> Aim of the task:
Restate the entire listing word for word.

> Provided data:
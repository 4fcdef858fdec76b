use crate::Trace;
use std::ops::Range;

/// One fixation: a stretch of samples that stay together.
#[derive(Debug, Clone, PartialEq)]
#[cfg_attr(feature = "serde", derive(serde::Serialize))]
#[non_exhaustive]
pub struct Fixation {
    /// The samples, from the onset to the end (exclusive).
    pub samples: Range<usize>,
    /// Onset, s after the first sample of the recording.
    pub onset: f64,
    /// Number of samples over the rate, s.
    pub duration: f64,
    /// Mean position of the samples that are present, degrees, x and y.
    pub centroid: [f64; 2],
    /// `(max x − min x) + (max y − min y)`, degrees.
    pub dispersion: f64,
}

impl Fixation {
    pub(super) fn measure(trace: &Trace, samples: Range<usize>) -> Self {
        let (x, y) = (axis(trace.x(), &samples), axis(trace.y(), &samples));
        Self {
            onset: trace.rate().seconds(samples.start),
            duration: trace.rate().seconds(samples.len()),
            centroid: [x.mean, y.mean],
            dispersion: x.spread + y.spread,
            samples,
        }
    }
}

struct Axis {
    mean: f64,
    spread: f64,
}

/// Mean and spread of the present positions, summed about the first so that an offset costs no digit.
fn axis(positions: &[f64], samples: &Range<usize>) -> Axis {
    let present = positions.get(samples.clone()).unwrap_or(&[]).iter().copied();
    let mut present = present.filter(|v| !v.is_nan()).peekable();
    let origin = present.peek().copied().unwrap_or(f64::NAN);
    let (mut least, mut greatest, mut sum, mut count) = (origin, origin, 0.0, 0_usize);
    for v in present {
        least = least.min(v);
        greatest = greatest.max(v);
        sum += v - origin;
        count += 1;
    }
    Axis { mean: origin + sum / count as f64, spread: greatest - least }
}

/// What a classic two-way rule makes of a recording: fixations, and the movements between them.
#[derive(Debug, Clone, PartialEq, Default)]
#[cfg_attr(feature = "serde", derive(serde::Serialize))]
#[non_exhaustive]
pub struct Detections {
    /// The fixations, in order.
    pub fixations: Vec<Fixation>,
    /// The movements, in order.
    pub saccades: Vec<super::Event>,
}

> Solution to the problem:
repository 4fcdef858fdec76b
use crate::Trace;
use std::ops::Range;

/// One fixation: a stretch of samples that stay together.
#[derive(Debug, Clone, PartialEq)]
#[cfg_attr(feature = "serde", derive(serde::Serialize))]
#[non_exhaustive]
pub struct Fixation {
    /// The samples, from the onset to the end (exclusive).
    pub samples: Range<usize>,
    /// Onset, s after the first sample of the recording.
    pub onset: f64,
    /// Number of samples over the rate, s.
    pub duration: f64,
    /// Mean position of the samples that are present, degrees, x and y.
    pub centroid: [f64; 2],
    /// `(max x − min x) + (max y − min y)`, degrees.
    pub dispersion: f64,
}

impl Fixation {
    pub(super) fn measure(trace: &Trace, samples: Range<usize>) -> Self {
        let (x, y) = (axis(trace.x(), &samples), axis(trace.y(), &samples));
        Self {
            onset: trace.rate().seconds(samples.start),
            duration: trace.rate().seconds(samples.len()),
            centroid: [x.mean, y.mean],
            dispersion: x.spread + y.spread,
            samples,
        }
    }
}

struct Axis {
    mean: f64,
    spread: f64,
}

/// Mean and spread of the present positions, summed about the first so that an offset costs no digit.
fn axis(positions: &[f64], samples: &Range<usize>) -> Axis {
    let present = positions.get(samples.clone()).unwrap_or(&[]).iter().copied();
    let mut present = present.filter(|v| !v.is_nan()).peekable();
    let origin = present.peek().copied().unwrap_or(f64::NAN);
    let (mut least, mut greatest, mut sum, mut count) = (origin, origin, 0.0, 0_usize);
    for v in present {
        least = least.min(v);
        greatest = greatest.max(v);
        sum += v - origin;
        count += 1;
    }
    Axis { mean: origin + sum / count as f64, spread: greatest - least }
}

/// What a classic two-way rule makes of a recording: fixations, and the movements between them.
#[derive(Debug, Clone, PartialEq, Default)]
#[cfg_attr(feature = "serde", derive(serde::Serialize))]
#[non_exhaustive]
pub struct Detections {
    /// The fixations, in order.
    pub fixations: Vec<Fixation>,
    /// The movements, in order.
    pub saccades: Vec<super::Event>,
}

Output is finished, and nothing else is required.